Believe me, I am well aware of how dumb this whole saga is. In March 2009 I had a job that paid me well and an empty bookshelf, and those are circumstances that make a girl spendthrift at a book sale. I was much more strategic about my acquisitions in 2010 when I was poorer. When I look at the picture from 2009 I’m like, Eh, I didn’t need a lot of those, but when I look at the 2010 picture I’m like, Wow, I’ve only had these very necessary books since then? I am actually considering flying home next year for this book sale. Oh God that would be amazing.
Anyway, Copenhagen is a play about the time that German physicist Heisenberg, of the Heisenberg Uncertainty Principle, which I think means you can’t measure two things really accurately at the same time, went to visit the Danish physicist Niels Bohr in Nazi-occupied Copenhagen. While there, he asked Bohr some questions about the ethics of atomic weaponry. Why he came and why he asked have — evidently! I didn’t know about it! — been the subjects of much debate, and Copenhagen circles around and around the meeting and what might have happened and what it all might have meant.

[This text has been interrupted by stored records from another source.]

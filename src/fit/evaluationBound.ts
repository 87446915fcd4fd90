/** The rounding error of a program over an interval: a list of pieces, each with its own binades, and what follows from them in each measure. */
import { Q, type Rational } from '../expression/index.ts';
import { type Budget, Declined } from '../outcome.ts';
import { type Interval, interval } from '../rigorous/index.ts';
import { approximateValue, ERROR_BITS, evaluationError } from './evaluationError.ts';
import { powerOfTwo, ulpExponent, ulpExponentOf } from './format.ts';
import type { Arithmetic, Program } from './program.ts';

export interface ErrorPiece {
  readonly x: Interval;
  /** Range of the exact value of the program on the piece. */
  readonly value: Interval;
  /** |computed - exact| on the piece in units of 2^-ERROR_BITS, and its part before the last rounding. */
  readonly error: number;
  readonly before: number;
}

const PIECES = 64;

/** Arguments nearer to the centre than this are the centre itself. */
function nearest(centre: Rational, { operations }: Arithmetic): number {
  return Q.isZero(centre) ? 2 ** operations.emin : 2 ** (ulpExponent(centre, operations) - 1);
}

/** Pieces that grow with the distance from `centre` where it lies inside, so that each sees one or two binades. */
function arguments_(low: number, high: number, centre: number, least: number): Interval[] {
  const list: Interval[] = [];
  const cut = (a: number, b: number, count: number): void => {
    for (let k = 0; k < count; k += 1) list.push({ lo: k === 0 ? a : a + ((b - a) * k) / count, hi: k === count - 1 ? b : a + ((b - a) * (k + 1)) / count });
  };
  if (centre < low || centre > high) {
    cut(low, high, PIECES);
    return list;
  }
  for (const end of [low, high]) {
    let far = end;
    for (let k = 0; Math.abs(far - centre) > least; k += 1) {
      const near = centre + (far - centre) / 2;
      if (near === centre || near === far) {
        // No double lies between: the last float by itself, so that the centre stays out.
        list.push({ lo: far, hi: far });
        break;
      }
      cut(Math.min(near, far), Math.max(near, far), k === 0 ? PIECES / 2 : k < 3 ? PIECES / 4 : k < 8 ? 6 : k < 24 ? 2 : 1);
      far = near;
    }
    if (far !== centre && Q.isZero(Q.fromDouble(centre))) list.push({ lo: Math.min(centre, far), hi: Math.max(centre, far) });
  }
  return list.sort((a, b) => a.lo - b.lo);
}

export interface PieceOptions {
  readonly low: Rational;
  readonly high: Rational;
  /** The zero of the function that the program keeps, or a place that lies outside. */
  readonly centre: Rational;
  /** Also cut where the value passes a power of two, on both sides of it by this part of the value; 0: do not. */
  readonly sliver: number;
}

/** Sound for every float argument in [low, high]; throws Declined where the evaluation can overflow or divide by zero. */
export function errorPieces(program: Program, variable: string, arithmetic: Arithmetic, options: PieceOptions, budget: Budget): ErrorPiece[] {
  // Outward: the pieces cover the whole interval.
  const [a, b] = [interval.fromRational(options.low).lo, interval.fromRational(options.high).hi];
  const list: ErrorPiece[] = [];
  const add = (x: Interval): void => {
    budget.check();
    const { exact, absolute, before } = evaluationError(program, variable, x, arithmetic);
    list.push({ x, value: exact, error: absolute, before });
  };
  const value = (x: number): number => Math.abs(approximateValue(program, variable, x));
  for (const x of arguments_(a, b, Q.toDouble(options.centre), nearest(options.centre, arithmetic))) {
    const cuts = options.sliver > 0 ? binadeCuts(value, x, arithmetic.result.emin, Math.max(SLIVER, options.sliver)) : [];
    const ends = [x.lo, ...cuts, x.hi];
    for (let k = 0; k + 1 < ends.length; k += 1) add({ lo: ends[k] ?? x.lo, hi: ends[k + 1] ?? x.hi });
  }
  return list;
}

/** Least relative width of the sliver that is cut out around a power of two: above the uncertainty of double arithmetic. */
const SLIVER = 2 ** -44;

/** Arguments just before and after the one where the value passes a power of two; only places to cut, no proof rests on them. */
function binadeCuts(value: (x: number) => number, { lo, hi }: Interval, emin: number, sliver: number): number[] {
  const [from, to] = [value(lo), value(hi)];
  const [small, large] = from < to ? [from, to] : [to, from];
  if (!(large < Infinity) || large < 2 ** emin) return [];
  const cuts: number[] = [];
  const locate = (level: number): number => {
    let [x, y, fx, fy] = [lo, hi, from - level, to - level];
    for (let k = 0; k < 40; k += 1) {
      // Regula falsi, its stale end halved in weight (Illinois variant).
      const next = x + (y - x) * (fx / (fx - fy));
      if (!(next > x && next < y)) break;
      const f = value(next) - level;
      if (Math.abs(f) < level * 2 ** -50) return next;
      if (f > 0 === fx > 0) [x, fx, fy] = [next, f, fy / 2];
      else [y, fy, fx] = [next, f, fx / 2];
    }
    return x / 2 + y / 2;
  };
  const first = Math.max(Math.floor(Math.log2(Math.max(small, 2 ** (emin - 1)))), emin);
  for (let k = first; 2 ** k <= large && k < first + 64; k += 1) {
    const level = 2 ** k;
    for (const target of [level * (1 - sliver), level * (1 + sliver)]) if (small < target && target < large) cuts.push(locate(target));
  }
  return [...new Set(cuts)].filter((x) => lo < x && x < hi).sort((p, q) => p - q);
}

/** A bound in the unit of errors as a number. */
export const errorOf = (error: number): Rational => Q.multiply(Q.fromDouble(error), powerOfTwo(-ERROR_BITS));
const finite = (error: number): number => {
  if (!(error < Infinity)) throw new Declined('undecided', 'The rounding error could not be bounded on this interval; take a smaller one.');
  return error;
};

/** sup |computed - p|. */
export const absoluteError = (pieces: readonly ErrorPiece[]): Rational => errorOf(finite(pieces.reduce((most, p) => Math.max(most, p.error), 0)));

export interface RelativeError {
  /** sup |computed - p| / |p| where |f| is at least the smallest normal number; Infinity where no bound is known. */
  readonly relative: number;
  /** sup |computed - p| where |f| can be below it; null where it cannot. */
  readonly subnormal: Rational | null;
}

/** With |p - f| <= r |f|: the smallest normal number as a limit for |f| is (1 - r) times that for |p|. */
export function relativeError(pieces: readonly ErrorPiece[], r: number, { result }: Arithmetic): RelativeError {
  const normal = 2 ** result.emin;
  const least = interval.down(normal * Math.max(0, interval.down(1 - r)));
  let relative = 0;
  let subnormal: number | null = null;
  for (const { value, error } of pieces) {
    if (interval.leastSize(value) < interval.up(normal * interval.up(1 + r))) subnormal = Math.max(subnormal ?? 0, error);
    if (interval.size(value) < least) continue;
    const size = Math.max(interval.leastSize(value), least);
    relative = Math.max(relative, error === 0 ? 0 : size > 0 ? interval.up(interval.up(error / size) / 2 ** ERROR_BITS) : Infinity);
  }
  return { relative, subnormal: subnormal === null ? null : errorOf(finite(subnormal)) };
}

/** Consecutive pieces on which one ulp of f is at least 2^exponent. */
export interface BinadeRun {
  readonly low: number;
  readonly high: number;
  readonly exponent: number;
  /** sup |computed - p| (in units of 2^-ERROR_BITS) and sup |p| there. */
  readonly error: number;
  readonly size: number;
}

/** With |p - f| <= r |f|, r < 1: |f| >= |p| / (1 + r). */
export function binadeRuns(pieces: readonly ErrorPiece[], r: number, { result }: Arithmetic): BinadeRun[] {
  const runs: BinadeRun[] = [];
  const add = (x: Interval, exponent: number, error: number, size: number): void => {
    for (let k = runs.length - 1; k >= Math.max(0, runs.length - 4); k -= 1) {
      const last = runs[k];
      if (!last || last.exponent !== exponent || (last.high !== x.lo && last.high !== x.hi)) continue;
      runs[k] = { ...last, high: x.hi, error: Math.max(last.error, error), size: Math.max(last.size, size) };
      return;
    }
    runs.push({ low: x.lo, high: x.hi, exponent, error, size });
  };
  for (const { x, value, error, before } of pieces) {
    const size = interval.size(value);
    const least = Math.max(0, interval.down(interval.leastSize(value) / interval.up(1 + r)));
    const most = interval.up(size / interval.down(1 - r));
    const exponent = ulpExponentOf(least, result);
    const higher = ulpExponentOf(most, result);
    const level = 2 ** (higher + result.precision - 1);
    if (higher !== exponent + 1 || most > level * (1 + 2 ** -12)) {
      add(x, exponent, error, size);
      continue;
    }
    // A sliver around a power of two: where |f| is below it, what is rounded last is less than this beyond it (a float), and rounds by no more than that.
    const beyond = interval.up(interval.up(r * (level * 2 ** ERROR_BITS)) + before);
    add(x, exponent, interval.up(before + Math.min(2 ** (exponent + ERROR_BITS), Math.max(2 ** (exponent - 1 + ERROR_BITS), beyond))), size);
    add(x, higher, error, size);
  }
  return runs;
}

What I liked: The circling back around the same event, suggesting new ideas of what might have happened, new interpretations of what might have been said, and what might have been meant. We hear what Heisenberg remembers, what Bohr remembers, what Bohr’s wife Margrethe remembers, and what they all think it meant. I love, I adore, I cherish books that make me go back to events we covered earlier and say, Maybe it didn’t go that way, maybe it went this way. Maybe he didn’t mean that, maybe he meant this. That’s what actual real life is like, and I love seeing it reflected in fiction.
I also liked that the play is channeled through the memories of just three characters: Heisenberg, Bohr, and Bohr’s wife. They create a nice balance: Margrethe on the attack, Heisenberg on the defensive, and Bohr trying to find the middle ground that takes into account the personal (his past relationship with Heisenberg) as well as the political (Heisenberg belongs to the country that is occupying Bohr’s country). The characters represent three balancing perspectives without coming off as one-note, and all of their viewpoints were emotionally resonant.
What I did not like: Copenhagen feels very written, particularly at the beginning. Part of this is just the problem that a play is a play and not a book (cf., the last line in the movie Doubt, which I’m sure was a fine curtain-drop-preceder but felt like a strange way to end a film). As the play went on, the direct-to-audience communication worked better and felt less awkward. At the start, though, it was off-putting, and indeed it nearly put me off altogether. It was a massive infodump. It was Diana Rigg announcing haughtily, “It’s plot exposition. It has to go somewhere.”
Anyway, overall good! I would go see it in a theater if it were relatively cheap. I still haven’t decided whether I’m going to keep my copy of the play. I’ll have to revisit it at Christmas and see if it’s worth hanging onto.